(Stored items)
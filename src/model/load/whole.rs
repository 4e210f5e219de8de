//! The file as a whole: sections in the order in which they need each other, then what only the whole can tell.

use super::desk::{Desk, Fields, is_null};
use super::keys::MODEL;
use super::names::Names;
use super::{block, draws, parameters, parts, scenarios, shorthand, species};
use crate::diag::Sources;
use crate::diag::nearest::nearest;
use crate::model::messages::Message;
use crate::model::tree::{Kind, Node};
use crate::model::{Harvest, Model, Process, Species, Term, TimeKind};

/// The model, sound only if nothing was reported. Its sources are left empty.
pub(super) fn model(desk: &mut Desk<'_>, root: &Node) -> Option<Model> {
    let fields = desk.fields(root, &MODEL, "the model", root.at)?;
    let title = fields.get("title").and_then(|node| desk.line(node, "\"title\"", "one line of text"));
    let note = desk.note(&fields);
    let (time_unit, time) = species::time(desk, &fields);
    let mut names = Names::default();
    names.incomplete = is_misspelt(root, &["species", "parameters", "shorthand", "lotka_volterra"]);
    let raw = block::open(desk, &fields, &mut names);
    let mut species = species::declared(desk, &fields, &mut names);
    if let Some(raw) = &raw {
        raw.complete(desk, &mut names, &mut species);
    }
    count(desk, &species, root, &names);
    let mut parameters = parameters::read(desk, &fields, &mut names);
    let written = shorthand::declare(desk, &fields, &mut names);
    let shorthand = shorthand::read(desk, written, &mut names);
    let processes = parts::processes(desk, &names, &fields);
    let change = parts::equations(desk, &names, &fields, "change");
    let next = parts::equations(desk, &names, &fields, "next");
    let harvest = parts::harvests(desk, &names, &fields, &time);
    let block = raw.and_then(|raw| raw.read(desk, &names, species.len()));
    dynamics(desk, &fields, &time, &species);
    next_for_all(desk, &fields, &time, &next, &species);
    shared_names(desk, &processes, &harvest);
    let now = scenarios::now(desk, &fields, &names);
    let draws = draws::read(desk, &fields, &names, &mut parameters);
    let correlations = parameters::correlations(desk, &fields, &names, &parameters, draws.as_ref());
    let title_at = title.as_ref().map_or(root.at, |title| title.at);
    let sections = ["processes", "harvest"];
    let parts = sections.into_iter().flat_map(|key| keys_of(&fields, key)).collect();
    let parts = if is_misspelt(root, &sections) { None } else { Some(parts) };
    let base = scenarios::Base { processes: &processes, harvest: &harvest, parts, time: &time, title_at };
    let scenarios = scenarios::read(desk, &fields, &names, &base);
    let sketch = scenarios::sketch(desk, &fields, &names);
    let model = Model {
        title: title?,
        note,
        time_unit: time_unit?,
        time,
        species,
        parameters,
        shorthand,
        processes,
        change,
        next,
        harvest,
        block,
        now,
        scenarios,
        correlations,
        draws,
        sketch,
        names: names.into_map(),
        sources: Sources::default(),
    };
    finite_values(desk, &model);
    Some(model)
}

/// The names in a section, also of what could not be read.
fn keys_of<'n>(fields: &Fields<'n>, section: &str) -> impl Iterator<Item = &'n str> {
    let entries = match fields.get(section).map(|node| &node.kind) {
        Some(Kind::Mapping(entries)) => entries.as_slice(),
        _ => &[],
    };
    entries.iter().map(|entry| entry.key.as_str())
}

/// Whether an unknown key was meant for one of these sections; uses of what it declares must not be reported as well.
fn is_misspelt(root: &Node, sections: &[&str]) -> bool {
    let Kind::Mapping(entries) = &root.kind else { return false };
    let mut unknown = entries.iter().filter(|entry| MODEL.keys.iter().all(|key| key.name != entry.key));
    unknown.any(|entry| nearest(&entry.key, sections.iter().copied()).is_some())
}

fn count(desk: &mut Desk<'_>, species: &[Species], root: &Node, names: &Names) {
    if species.is_empty() && !names.incomplete {
        desk.say(Message::NoSpecies, root.at, &[]);
    }
    if species.len() > species::SPECIES_LIMIT {
        desk.say(Message::TooManySpecies, root.at, &[&species.len(), &species::SPECIES_LIMIT]);
    }
}

/// That what moves the species suits the kind of time.
fn dynamics(desk: &mut Desk<'_>, fields: &Fields<'_>, time: &TimeKind, species: &[Species]) {
    let continuous = ["processes", "change", "lotka_volterra"];
    if *time == TimeKind::Continuous {
        if let Some(entry) = fields.entry("next") {
            desk.say(Message::NextContinuous, entry.key_at, &[]);
        } else if !species.is_empty() && continuous.iter().all(|key| fields.get(key).is_none_or(is_empty)) {
            desk.say(Message::NoDynamics, fields.at, &[]);
        }
        return;
    }
    for entry in continuous.iter().filter_map(|key| fields.entry(key)) {
        desk.say(Message::NotDiscrete, entry.key_at, &[&entry.key]);
    }
}

/// Whether nothing stands there, or an empty map.
fn is_empty(node: &Node) -> bool {
    is_null(node) || matches!(&node.kind, Kind::Mapping(entries) if entries.is_empty())
}

fn next_for_all(desk: &mut Desk<'_>, fields: &Fields<'_>, time: &TimeKind, next: &[Term], species: &[Species]) {
    if *time == TimeKind::Continuous {
        return;
    }
    let Some(entry) = fields.entry("next") else {
        let what = "the next state of every species";
        let at = fields.entry("time").map_or(fields.at, |entry| entry.key_at);
        desk.say(Message::MissingKey, at, &[&"a discrete model", &"next", &what, &"next: {N: N*exp(r*(1 - N/K))}"]);
        return;
    };
    let Kind::Mapping(entries) = &entry.value.kind else { return };
    for one in species {
        let given = entries.iter().any(|entry| entry.key == one.symbol);
        if !given && next.iter().all(|term| species[term.species.0].symbol != one.symbol) {
            desk.say(Message::NextMissing, entry.key_at, &[&one.name, &one.symbol]);
        }
    }
}

fn shared_names(desk: &mut Desk<'_>, processes: &[Process], harvest: &[Harvest]) {
    for harvest in harvest {
        if let Some(process) = processes.iter().find(|process| process.name == harvest.name) {
            desk.say_both(Message::SharedName, harvest.at, &[&harvest.name], (process.at, "the process"));
        }
    }
}

/// That every scenario's values can be worked out; meaningful only where all else is in order.
fn finite_values(desk: &mut Desk<'_>, model: &Model) {
    if !desk.is_clean() {
        return;
    }
    for diagnostic in (0..model.scenarios.len()).filter_map(|scenario| model.values(scenario, &[]).err()) {
        desk.report(diagnostic);
    }
}
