//! The linear part of the model as it is written: a decimal number that no f64 equals stands for all that round to it.
//!
//! 0.3 − 0.1 − 0.2 is 0 for whoever wrote it and −2.8e-17 in f64, so a sign that hangs on such digits is a proof about a
//! model that nobody wrote. What is claimed has to hold for the numbers as written as well, and their equilibrium is not
//! quite that of the f64: it is enclosed anew, by Newton's operator over bounds (Krawczyk 1969; Moore 1977).
//!
//! That an eigenvalue is critical *exactly* no bounds can show. It is taken from the f64 numbers, in which an exact 0 has
//! its reason in the formulas: the rounding of decimals does not add up to it.

use super::jacobian::{Bounds, Rows, gathered};
use crate::analysis::equilibria::Equilibrium;
use crate::expr::tape::written::Written;
use crate::num::interval::Interval;
use crate::num::solve::solve;

/// Rounds of widening the enclosure until it holds its image.
const ROUNDS: usize = 4;

/// An equilibrium of the model as written.
pub(super) struct AsWritten {
    /// With an enclosure of its own; elsewhere as that of the f64 numbers.
    pub(super) equilibrium: Equilibrium,
    /// Holds the Jacobian there, row by row.
    pub(super) jacobian: Vec<Interval>,
}

impl Rows {
    /// The equilibrium of the model as written beside a proved one; `None` where it is not proved that there is just one,
    /// and for communities too large for an enclosure.
    pub(super) fn as_written(&self, proved: &Equilibrium) -> Option<AsWritten> {
        let present: Vec<usize> = (0..self.order()).filter(|&i| proved.has(i)).collect();
        let off = self.residual(proved, &present)?;
        let mut equilibrium = proved.clone();
        let mut is_held = off.iter().all(|rate| *rate == Interval::ZERO);
        for _ in 0..ROUNDS {
            if is_held {
                let jacobian = self.over(&self.written, &equilibrium).ok()?;
                return Some(AsWritten { equilibrium, jacobian });
            }
            let steps = solve(&self.slopes(&equilibrium, &present)?, &off, &|| false)?;
            let images: Vec<Interval> =
                present.iter().zip(&steps).map(|(&i, &step)| Interval::point(proved.state[i]) - step).collect();
            let holds = |(&i, image): (&usize, &Interval)| image.subset_of(equilibrium.enclosure[i]);
            is_held = present.iter().zip(&images).all(holds);
            for (&i, &image) in present.iter().zip(&images) {
                let whole = equilibrium.enclosure[i].hull(image);
                let more = Interval::try_new(-whole.width(), whole.width())?;
                equilibrium.enclosure[i] = if is_held { image } else { whole + more };
            }
            if !present.iter().all(|&i| equilibrium.enclosure[i].positive()) {
                return None;
            }
        }
        None
    }

    /// What the rows of those present leave of 0 at the state, a map's less the state.
    fn residual(&self, at: &Equilibrium, present: &[usize]) -> Option<Vec<Interval>> {
        let state: Vec<Written> = at.state.iter().map(|&x| Written::around(Interval::point(x))).collect();
        let own = Interval::point(self.balanced);
        let rate = |&i: &usize| {
            let mut run = self.alone.get(i)?[0].start(&self.written);
            let defined = run.at(&state).defined;
            let less = Written::around(own * Interval::point(at.state[i]));
            defined.then(|| Written(run.output(0).0 - less.0).bounds())
        };
        present.iter().map(rate).collect()
    }

    /// Derivatives of the same with respect to those present, over the whole enclosure.
    fn slopes(&self, over: &Equilibrium, present: &[usize]) -> Option<Vec<Interval>> {
        let state: Vec<Written> = over.enclosure.iter().map(|&side| Written::around(side)).collect();
        let mut entries = Vec::with_capacity(present.len() * present.len());
        for &i in present {
            let mut run = self.alone.get(i)?[0].start_gradient(&self.written);
            if !run.at(&state).defined {
                return None;
            }
            let row = gathered(&run, 1);
            let own = |j: usize| if i == j { Interval::point(self.balanced) } else { Interval::ZERO };
            entries.extend(present.iter().map(|&j| row.get(j).map_or(Interval::ZERO, Bounds::bounds) - own(j)));
        }
        Some(entries)
    }
}
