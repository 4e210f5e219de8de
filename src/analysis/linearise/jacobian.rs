//! The Jacobian at an equilibrium, as numbers and enclosed.
//!
//! A row that vanishes with its own species is x g(x), g being the row divided by x. Where the species is absent its row
//! of the Jacobian is g on the diagonal and exactly 0 beside it; where it is present x ∂g/∂x_j, for g is 0 at an
//! equilibrium, and 1 at a map's. Both are sharper than the row's own gradient, and keep zeros exact.
//!
//! All of it runs over bounds, of the f64 parameters or, in `written`, of those that the model file has.

use crate::analysis::equilibria::{Derivative, Equilibrium};
use crate::analysis::subject::Subject;
use crate::expr::graph::NodeId;
use crate::expr::tape::Tape;
use crate::expr::tape::gradient::GradientRun;
use crate::expr::tape::number::{Domain, Number};
use crate::expr::tape::written::Written;
use crate::num::double::Double;
use crate::num::interval::Interval;

/// A number type whose values are bounds.
pub(super) trait Bounds: Number {
    fn around(side: Interval) -> Self;
    fn bounds(&self) -> Interval;
}

impl Bounds for Interval {
    fn around(side: Interval) -> Self {
        side
    }

    fn bounds(&self) -> Interval {
        *self
    }
}

impl Bounds for Written {
    fn around(side: Interval) -> Self {
        Self(Double::around(side))
    }

    fn bounds(&self) -> Interval {
        self.0.enclosure()
    }
}

/// Where a Jacobian is enclosed: the parameters, and all that the enclosure of an equilibrium holds.
struct Place<'p, T> {
    parameters: &'p [T],
    state: &'p [T],
    equilibrium: &'p Equilibrium,
}

/// Communities larger than this get no enclosure: proofs take the cube of it, and more.
const MOST_ENCLOSED: usize = 40;

/// The equations of one scenario, compiled.
#[derive(Clone, Debug)]
pub(super) struct Rows {
    /// Rates, or the map.
    pub(super) whole: Tape,
    /// Each row divided by its own species, where it vanishes with it; empty for large communities.
    divided: Option<Tape>,
    is_divided: Vec<bool>,
    /// Each row on a tape of its own, whole and divided, for where only some rows have a derivative; empty for large
    /// communities.
    pub(super) alone: Vec<[Tape; 2]>,
    pub(super) values: Vec<f64>,
    pub(super) exact: Vec<Interval>,
    /// The parameters as the model file has them.
    pub(super) written: Vec<Written>,
    /// What a divided row is at an equilibrium: 0, for a map 1.
    pub(super) balanced: f64,
}

impl Rows {
    pub(super) fn new(subject: &mut Subject<'_>) -> Self {
        let n = subject.species();
        let graph = &mut subject.graph;
        let values = subject.plan.values.clone();
        let rows = graph.with_zeros(&subject.plan.rows, &values);
        let quotients: Vec<Option<NodeId>> =
            rows.iter().enumerate().map(|(i, &row)| graph.divide(row, i).quotient).collect();
        let nodes: Vec<NodeId> = quotients.iter().zip(&rows).map(|(quotient, &row)| quotient.unwrap_or(row)).collect();
        let enclosed = n <= MOST_ENCLOSED;
        let pairs = rows.iter().zip(&nodes).filter(|_| enclosed);
        Self {
            alone: pairs.map(|(&row, &node)| [Tape::new(graph, &[row]), Tape::new(graph, &[node])]).collect(),
            whole: Tape::new(graph, &rows),
            divided: enclosed.then(|| Tape::new(graph, &nodes)),
            is_divided: quotients.iter().map(Option::is_some).collect(),
            exact: values.iter().map(|&value| Interval::point(value)).collect(),
            written: values.iter().map(|&value| Written::of(value)).collect(),
            values,
            balanced: if subject.step().is_some() { 1.0 } else { 0.0 },
        }
    }

    pub(super) fn order(&self) -> usize {
        self.is_divided.len()
    }

    /// Encloses the Jacobian at an equilibrium, row by row; empty for large communities. An error where some row has no
    /// derivative, or none that is bounded.
    pub(super) fn enclosure(&self, equilibrium: &Equilibrium) -> Result<Vec<Interval>, Derivative> {
        self.over(&self.exact, equilibrium)
    }

    /// As [`Rows::enclosure`], for parameters between bounds.
    pub(super) fn over<T: Bounds>(
        &self,
        parameters: &[T],
        equilibrium: &Equilibrium,
    ) -> Result<Vec<Interval>, Derivative> {
        let there = equilibrium.derivative;
        let Some(divided) = &self.divided else {
            return if there == Derivative::Exists { Ok(Vec::new()) } else { Err(there) };
        };
        let state: Vec<T> = equilibrium.enclosure.iter().map(|&side| T::around(side)).collect();
        let place = &Place { parameters, state: &state, equilibrium };
        if there != Derivative::Exists {
            return self.one_by_one(place);
        }
        let mut run = self.whole.start_gradient(parameters);
        if !run.at(&state).defined {
            return Err(Derivative::Missing);
        }
        let mut entries: Vec<Interval> = gathered(&run, self.order()).iter().map(T::bounds).collect();
        let mut run = divided.start_gradient(parameters);
        if run.at(&state) == Domain::CLEAN {
            self.sharpen(&mut entries, &run, equilibrium);
        }
        if entries.iter().all(|entry| entry.is_bounded()) { Ok(entries) } else { Err(Derivative::Missing) }
    }

    /// As [`Rows::enclosure`], where a formula has no derivative: x g(x) has one at x = 0 all the same, if only g is
    /// continuous there.
    fn one_by_one<T: Bounds>(&self, place: &Place<'_, T>) -> Result<Vec<Interval>, Derivative> {
        let n = self.order();
        let mut entries = Vec::with_capacity(n * n);
        for (i, tapes) in self.alone.iter().enumerate() {
            match self.own_growth(place, i) {
                Some(growth) => entries.extend((0..n).map(|j| if i == j { growth } else { Interval::ZERO })),
                None => entries.extend(gradient(&tapes[0], place)?),
            }
        }
        Ok(entries)
    }

    /// g of an absent species, where it is continuous.
    fn own_growth<T: Bounds>(&self, place: &Place<'_, T>, i: usize) -> Option<Interval> {
        if !self.is_divided[i] || place.equilibrium.has(i) {
            return None;
        }
        let mut run = self.alone[i][1].start(place.parameters);
        // A kink does no harm, and minima and maxima report none here; a choice between two branches may jump, and does.
        let domain = run.at(place.state);
        Some(run.output(0).bounds()).filter(|growth| domain == Domain::CLEAN && growth.is_bounded())
    }

    /// Cuts every row that vanishes with its species to what its divided form allows.
    fn sharpen<T: Bounds>(&self, entries: &mut [Interval], divided: &GradientRun<'_, T>, equilibrium: &Equilibrium) {
        let n = self.order();
        for i in (0..n).filter(|&i| self.is_divided[i]) {
            let x = equilibrium.enclosure[i];
            let at_balance = equilibrium.proven && equilibrium.has(i);
            let own = if at_balance { Interval::point(self.balanced) } else { divided.output(i).bounds() };
            for j in 0..n {
                let slope = divided.gradient(i).map_or(Interval::ZERO, |row| row[j].bounds());
                let through = if x == Interval::ZERO { Interval::ZERO } else { x * slope };
                let sharp = if i == j { own + through } else { through };
                let cut = entries[i * n + j].intersect(sharp);
                entries[i * n + j] = if cut.is_empty() { sharp } else { cut };
            }
        }
    }

    /// The Jacobian at a state, row by row; entries may be infinite or NaN where there is none.
    pub(super) fn numbers(&self, state: &[f64]) -> Vec<f64> {
        let n = self.order();
        let mut run = self.whole.start_gradient(&self.values);
        run.at(state);
        let mut entries = gathered(&run, n);
        for i in (0..n).filter(|&i| self.is_divided[i] && state[i] == 0.0) {
            (0..n).filter(|&j| j != i).for_each(|j| entries[i * n + j] = 0.0);
        }
        entries
    }
}

fn gradient<T: Bounds>(tape: &Tape, place: &Place<'_, T>) -> Result<Vec<Interval>, Derivative> {
    let mut run = tape.start_gradient(place.parameters);
    let domain = run.at(place.state);
    let row: Vec<Interval> = match run.gradient(0) {
        Some(row) => row.iter().map(T::bounds).collect(),
        None => vec![Interval::ZERO; place.state.len()],
    };
    if !domain.defined || !row.iter().all(|slope| slope.is_bounded()) {
        return Err(Derivative::Missing);
    }
    if domain.smooth { Ok(row) } else { Err(Derivative::Kink) }
}

pub(super) fn gathered<T: Number>(run: &GradientRun<'_, T>, n: usize) -> Vec<T> {
    let mut entries = Vec::with_capacity(n * n);
    for i in 0..n {
        match run.gradient(i) {
            Some(row) => entries.extend_from_slice(row),
            None => entries.extend(std::iter::repeat_n(T::constant(0.0), n)),
        }
    }
    entries
}
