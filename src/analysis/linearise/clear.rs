//! How much the eigenvalues of a large community may be off, where all are clear of the border: without most of the vectors.
//!
//! Nearly all attract by more than any could be off. Of a real one that is nearer the vectors come from an inverse iteration
//! (Wielandt 1944; Golub & Van Loan 2013, §7.6), which costs a fraction of a Schur form. Where that does not do, all vectors
//! are needed, and `critical` knows how much each eigenvalue is off.

use nalgebra::Complex;

use super::critical::{Rounding, balanced, excess};
use super::place::Border;
use crate::num::dense;

/// More eigenvalues near the border than this, and all vectors come cheaper.
const MOST_NEAR: usize = 3;

/// Steps of the inverse iteration: with a shift as near as rounding allows, one is nearly always enough.
const STEPS: usize = 2;

/// What each eigenvalue may be off by, in their order; `None` unless it is less for each than what it attracts by.
///
/// Of entries of which rounding is all that is known, in the sense of [`super::critical::errors`].
pub(super) fn errors(numbers: &[f64], values: &[Complex<f64>], border: Border) -> Option<Vec<f64>> {
    let scale = balanced(numbers, values.len());
    let rounding = Rounding::new(numbers, &scale);
    let most = rounding.most(0.0);
    let near: Vec<usize> = (0..values.len()).filter(|&k| excess(values[k], border) >= -most).collect();
    if near.len() > MOST_NEAR {
        return None;
    }
    let mut errors = vec![most; values.len()];
    for k in near {
        let value = values[k];
        // Of eigenvalues that are close together an inverse iteration mixes the vectors.
        let alone = values.iter().enumerate().all(|(j, other)| j == k || (other - value).norm() > most);
        if value.im != 0.0 || !alone {
            return None;
        }
        errors[k] = of_one(numbers, &scale, value.re, &rounding).filter(|&error| excess(value, border) < -error)?;
    }
    Some(errors)
}

/// Of a real eigenvalue: rounding times |w|₁ |v|₁ / |wᵀ v|, in balanced units. `None` where the vectors are not found.
fn of_one(numbers: &[f64], scale: &[f64], value: f64, rounding: &Rounding) -> Option<f64> {
    let n = scale.len();
    // Off by as much as rounding, because without it a row of an absent species would be 0.
    let shift = value + f64::EPSILON * rounding.largest;
    let entry = |k: usize| numbers[k] * scale[k % n] / scale[k / n] - if k / n == k % n { shift } else { 0.0 };
    let shifted: Vec<f64> = (0..n * n).map(entry).collect();
    let allowed = rounding.share * rounding.largest;
    let inverse = dense::inverse(&shifted, n)?;
    let right = vector(&shifted, &inverse, allowed)?;
    let left = vector(&dense::transposed(&shifted, n), &dense::transposed(&inverse, n), allowed)?;
    let overlap: f64 = left.iter().zip(&right).map(|(w, v)| w * v).sum();
    let error = allowed * sum(&left) * sum(&right) / overlap.abs();
    (!error.is_nan()).then_some(error)
}

/// The vector that a nearly singular matrix takes to nearly 0, of largest entry ±1; `None` where that is not within what is
/// `allowed` for each unit of the sum of its entries.
fn vector(matrix: &[f64], inverse: &[f64], allowed: f64) -> Option<Vec<f64>> {
    let n = matrix.len().isqrt();
    let times = |matrix: &[f64], x: &[f64]| -> Vec<f64> {
        matrix.chunks_exact(n).map(|row| row.iter().zip(x).map(|(a, x)| a * x).sum()).collect()
    };
    // Not all alike, lest it be orthogonal to the vector of some regular community.
    let mut x: Vec<f64> = (0..n).map(|i| 1.0 + i as f64 / n as f64).collect();
    for _ in 0..STEPS {
        x = times(inverse, &x);
        let largest = x.iter().fold(0.0f64, |largest, x| largest.max(x.abs()));
        if !(largest > 0.0 && largest.is_finite()) {
            return None;
        }
        for x in &mut x {
            *x /= largest;
        }
    }
    let left = times(matrix, &x).iter().fold(0.0f64, |largest, x| largest.max(x.abs()));
    (left <= allowed * sum(&x)).then_some(x)
}

fn sum(x: &[f64]) -> f64 {
    x.iter().map(|x| x.abs()).sum()
}

#[cfg(test)]
mod tests {
    use super::*;
    use crate::analysis::linearise::critical;
    use crate::num::eigen::{eigenvalues, spectrum};
    use crate::num::random::Source;

    /// A community of `n` in units that differ, whose last species has the growth `last` and acts on all others.
    fn community(n: usize, last: f64) -> Vec<f64> {
        let mut source = Source::new(7);
        let unit = |i: usize| [1.0, 1000.0, 0.01][i % 3];
        let mut entry = |i: usize, j: usize| match (i, j) {
            _ if i + 1 == n => f64::from(u8::from(i == j)) * last,
            _ if i == j => -1.0 - source.unit(),
            _ => source.between(-0.5, 0.5) / (n as f64).sqrt() * unit(i) / unit(j),
        };
        (0..n * n).map(|k| entry(k / n, k % n)).collect()
    }

    #[test]
    fn as_with_all_vectors() {
        let check = |last: f64, clear: bool| {
            let n = 110;
            let numbers = community(n, last);
            let values = eigenvalues(&numbers, n).expect("finite");
            let found = errors(&numbers, &values, Border::Axis);
            assert_eq!(found.is_some(), clear, "{last}");
            let full = spectrum(&numbers, n).expect("finite");
            let expected = critical::errors(&numbers, &[], &full);
            let attracts = |k: usize| full.values[k].re < -expected[k];
            assert_eq!((0..n).all(attracts), clear, "{last}");
            if let Some(found) = found {
                // The leading one is that of the last species; the others are bounded by what no error exceeds.
                assert!((0..n).all(|k| found[k] >= 0.5 * expected[k]), "{last}");
                assert!(last < -0.1 || found[0] <= 2.0 * expected[0], "{last}: {} for {}", found[0], expected[0]);
            }
        };
        check(-0.5, true);
        check(-1e-9, true);
        check(-1e-16, false);
        check(0.0, false);
        check(1e-9, false);
    }

    #[test]
    fn what_an_inverse_iteration_would_mix_needs_all_vectors() {
        let n = 110;
        let mut numbers = community(n, -1e-9);
        // One more that nearly meets it.
        (0..n).for_each(|j| numbers[(n - 2) * n + j] = 0.0);
        numbers[(n - 2) * n + n - 2] = -2e-9;
        numbers[(n - 2) * n + n - 1] = 1.0;
        let values = eigenvalues(&numbers, n).expect("finite");
        assert_eq!(errors(&numbers, &values, Border::Axis), None);
    }
}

**About this exercise**. Start at the first line of the entries and stop at the line with "use crate::diag::nearest::nearest;". Retype each of those lines exactly, both ends included.

**Answer area**.
filename src/model/load/whole.rs
repository 4e210f5e219de8de
//! The file as a whole: sections in the order in which they need each other, then what only the whole can tell.

use super::desk::{Desk, Fields, is_null};
use super::keys::MODEL;
use super::names::Names;
use super::{block, draws, parameters, parts, scenarios, shorthand, species};
use crate::diag::Sources;
use crate::diag::nearest::nearest;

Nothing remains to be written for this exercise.